That evening Sal stood with Kit outside the farmstead of Mont St-Jean, at the summit of the ridge, looking out over the landscape to the south. The storm seemed to be breaking up: the sun came through in a few patches even while rain continued. Swags and ribbons of vapour floated up as the sun heated the sodden wheat. The woods at the eastern end of the ridge, to their left, were dark.
The coal road bisecting the valley was one long mass of men, horses and wheeled artillery, as the survivors of Quatre Bras arrived. Officers holding written orders directed them to sections of the upslope according to a plan worked out at Quatre Bras by Wellington and De Lancey.
Sal wondered how far behind them Bonaparte was.
She and Kit stood near a tree that had already been stripped of its leafy branches, which were being used by Kingsbridge men to construct makeshift shelters. Jarge and some others were making a shelter in a different way, by standing several muskets upright with their bayonets stuck in the ground and draping blankets over them to form a tent. Neither type of construction would be waterproof, but both were better than nothing.
She noticed that men were being deployed in each of two farmsteads in the valley, and pointed it out to Kit.
‘The one on the right is called Hougoumont,’ he said, ‘and the other is La Haye Sainte.’
‘Why do we care about defending farmhouses?’
‘They’ll create an obstacle in Bonaparte’s way when he wants to attack us.’
‘They won’t be able to stop his whole army.’
‘Perhaps not.’
‘So those men will be sacrificed.’
‘It’s not certain, but quite likely.’
Sal was profoundly grateful that the 107th Foot had not been chosen for that duty. Not that her own prospects were very good. She said: ‘I wonder how many of us will die here tomorrow. Ten thousand? Twenty thousand?’
‘More, probably.’
‘Is this Wellington’s last stand?’
Kit nodded. ‘If we’re defeated here, there’s nothing to keep Bonaparte from Brussels – and victory. And then the French will dominate Europe for many years ahead.’
It was what Spade had said, Sal recalled. She said: ‘The French can have Europe, as far as I’m concerned. I just want my family back home and alive and well.’
‘It’s make-or-break for Bonaparte as well,’ said Kit. ‘If we can destroy his army here, we’ll go all the way to Paris.
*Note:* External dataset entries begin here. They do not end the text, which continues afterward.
package spec

import (
	"fmt"
	"math"
	"strconv"
	"strings"
)

// unit describes one kind of quantity as a spec writes it: the symbols it
// may carry, whether a bare number is accepted, the factor that takes the
// written number to SI, and a valid form for error messages.
type unit struct {
	what    string   // "voltage"
	symbols []string // accepted suffixes after the SI prefix, lower case
	bare    bool     // a bare number is read in the base unit
	prefix  bool     // SI prefixes allowed
	example string
}

// Quantities used in spec and design files.
var (
	uVolt      = unit{"voltage", []string{"v"}, false, true, "10V, 500mV or ±10V"}
	uAmp       = unit{"current", []string{"a"}, false, true, "5A, 2nA or 1.5uA"}
	uOhm       = unit{"resistance", []string{"ω", "Ω", "ohm", "ohms", "r"}, true, true, "10k, 4.99k or 100"}
	uHertz     = unit{"frequency", []string{"hz"}, false, true, "10kHz or 1MHz"}
	uWatt      = unit{"power", []string{"w"}, false, true, "0.125W or 125mW"}
	uDB        = unit{"level in dB", []string{"db"}, false, false, "80dB"}
	uVPerK     = unit{"drift", []string{"v/k", "v/°c", "v/c"}, false, true, "10uV/K"}
	uNoise     = unit{"noise density", []string{"v/√hz", "v/rthz", "v/sqrt(hz)"}, false, true, "20nV/rtHz"}
	uCurNoise  = unit{"current noise density", []string{"a/√hz", "a/rthz", "a/sqrt(hz)"}, false, true, "0.5pA/rtHz"}
	uCelsius   = unit{"temperature", []string{"c", "°c"}, false, false, "25C or -40C"}
	uGain      = unit{"gain", []string{"v/v", "x"}, true, false, "10, -2 or 0.25V/V"}
	uTransR    = unit{"gain", []string{"v/a", "ω", "ohm"}, true, true, "0.5V/A"}
	uKPerW     = unit{"thermal resistance", []string{"k/w", "°c/w", "c/w"}, true, false, "250K/W"}
	uPlain     = unit{"number", nil, true, false, "3"}
	siPrefixes = map[string]float64{"f": 1e-15, "p": 1e-12, "n": 1e-9, "u": 1e-6, "µ": 1e-6, "μ": 1e-6, "m": 1e-3, "k": 1e3, "K": 1e3, "M": 1e6, "G": 1e9}
)

// quantityError describes text that is not a quantity of the kind wanted.
type quantityError struct {
	input  string
	u      unit
	reason string
}

func (e *quantityError) Error() string {
	return fmt.Sprintf("%q %s; write it like %s", e.input, e.reason, e.u.example)
}

// parseQuantity reads one value such as "10k", "500mV", "80dB" into SI.
func parseQuantity(s string, u unit) (float64, error) {
	t := strings.TrimSpace(s)
	t = strings.ReplaceAll(t, " ", "")
	t = strings.ReplaceAll(t, "\u2212", "-")
	if t == "" {
		return 0, &quantityError{s, u, "is empty"}
	}
	// Split the leading number.
	i := 0
	for i < len(t) && strings.ContainsRune("+-0123456789.eE", rune(t[i])) {
		// Stop at an 'e' or 'E' not followed by a digit or sign: it is not an exponent.
		if (t[i] == 'e' || t[i] == 'E') && (i+1 >= len(t) || !strings.ContainsRune("+-0123456789", rune(t[i+1]))) {
			break
		}
		i++
	}
	num, rest := t[:i], t[i:]
	v, err := strconv.ParseFloat(num, 64)
	if err != nil || math.IsInf(v, 0) || math.IsNaN(v) {
		return 0, &quantityError{s, u, "is not a number with a unit"}
	}
	if rest == "" {
		if !u.bare {
			return 0, &quantityError{s, u, "has no unit"}
		}
		return v, nil
	}
	lower := strings.ToLower(rest)
	for _, sym := range u.symbols {
		if lower == sym {
			return v, nil
		}
	}
	if u.prefix {
		for p, f := range siPrefixes {
			if !strings.HasPrefix(rest, p) {
				continue
			}
			after := strings.ToLower(rest[len(p):])
			if after == "" && u.bare {
				return v * f, nil
			}
			for _, sym := range u.symbols {
				if after == sym {
					return v * f, nil
				}
			}
		}
	}
	return 0, &quantityError{s, u, "is not a " + u.what}
}

// parseFraction reads "0.05%", "500ppm" or "±0.1%" as a fraction. A bare
// number is refused: 0.1 could mean 10 % or 0.1 %.
func parseFraction(s string) (float64, error) {
	u := unit{"fraction", nil, false, false, "0.05%, ±0.1% or 500ppm"}
	t := strings.TrimPrefix(strings.TrimSpace(s), "±")
	t = strings.ReplaceAll(t, " ", "")
	for suf, div := range map[string]float64{"%": 1e2, "ppm": 1e6} {
		if strings.HasSuffix(strings.ToLower(t), suf) {
			v, err := strconv.ParseFloat(t[:len(t)-len(suf)], 64)
			if err != nil {
				return 0, &quantityError{s, u, "is not a number"}
			}
			return v / div, nil
		}
	}
	if _, err := strconv.ParseFloat(t, 64); err == nil {
		return 0, &quantityError{s, u, "has no unit"}
	}
	return 0, &quantityError{s, u, "is not a fraction"}
}

// parsePPMPerK reads a temperature coefficient such as "25ppm/K" or
// "±5 ppm/°C" and returns it per kelvin as a fraction (25e-6).
func parsePPMPerK(s string) (float64, error) {
	u := unit{"temperature coefficient", nil, false, false, "25ppm/K or ±5ppm/°C"}
	t := strings.ToLower(strings.ReplaceAll(strings.TrimPrefix(strings.TrimSpace(s), "±"), " ", ""))
	for _, suf := range []string{"ppm/k", "ppm/°c", "ppm/c"} {
		if strings.HasSuffix(t, suf) {
			v, err := strconv.ParseFloat(t[:len(t)-len(suf)], 64)
			if err != nil {
				return 0, &quantityError{s, u, "is not a number"}
			}
			return v / 1e6, nil
		}
	}
	if _, err := strconv.ParseFloat(t, 64); err == nil {
		return 0, &quantityError{s, u, "has no unit"}
	}
	return 0, &quantityError{s, u, "is not a temperature coefficient"}
}

// parseRange reads "±10V", "-10..10V", "0..4V" or a single "5V" (lo = hi)
// as an interval in SI. The unit may be written once at the end or on both
// ends.
func parseRange(s string, u unit) (lo, hi float64, err error) {
	t := strings.TrimSpace(s)
	if strings.HasPrefix(t, "±") || strings.HasPrefix(t, "+/-") {
		t = strings.TrimPrefix(strings.TrimPrefix(t, "±"), "+/-")
		v, err := parseQuantity(t, u)
		if err != nil {
			return 0, 0, &quantityError{s, u, "is not a ± range"}
		}
		return -math.Abs(v), math.Abs(v), nil
	}
	a, b, found := strings.Cut(t, "..")
	if !found {
		v, err := parseQuantity(t, u)
		return v, v, err
	}
	hiV, err := parseQuantity(b, u)
	if err != nil {
		return 0, 0, &quantityError{s, u, "does not end in a " + u.what}
	}
	loV, err := parseQuantity(a, u)
	if err != nil {
		// "-10..10V": the unit written once applies to both ends.
		loV, err = parseQuantity(a+unitSuffix(b), u)
		if err != nil {
			return 0, 0, &quantityError{s, u, "does not start with a " + u.what}
		}
	}
	if loV > hiV {
		return 0, 0, &quantityError{s, u, "runs from high to low"}
	}
	return loV, hiV, nil
}

// unitSuffix returns the prefix and unit after the number in s ("mV" in "500mV").
func unitSuffix(s string) string {
	t := strings.TrimSpace(s)
	i := 0
	for i < len(t) && strings.ContainsRune("+-0123456789.", rune(t[i])) {
		i++
	}
	return t[i:]
}

func pow10(x float64) float64 { return math.Pow(10, x) }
It will be the end for him.’
‘And I suppose then we’ll give the French back their fat king.’
The corpulent Louis XVIII was neither competent nor popular, but the allies were determined to restore the French monarchy and prove that the republican revolution had been a failure.
Sal said: ‘And twenty thousand men are going to die tomorrow for that. I don’t understand it. Tell me, my clever son, am I stupid? Or is it the government that’s stupid?’
Jarge emerged from the improvised tent, his trousers soggy with mud, and stood up. ‘There’s no food,’ he said to Kit. His tone suggested he blamed officers in general and Kit in particular.
Kit said: ‘Most of the supplies were thrown away in the panic at Genappe.’
Sal remembered seeing the food wagons emptied. ‘Our dinner is in a ditch,’ she said.
‘We could cook them taters,’ said Jarge.
Sal still had the sack of potatoes on her back. She had got so used to the ache that she had not troubled to put the burden down. She said: ‘What are we going to cook the taters on? Everything’s too wet to burn. Even if you could light a fire you’d get smoke, not flame.’
‘Are we going to eat them raw?’
Kit said: ‘You could take them to the village of Waterloo, Ma. It’s about three miles north of here. There’s bound to be someone there with an oven.’
‘You just want me away from the battlefield.’
‘I plead guilty,’ said Kit. ‘But what have you got to lose?’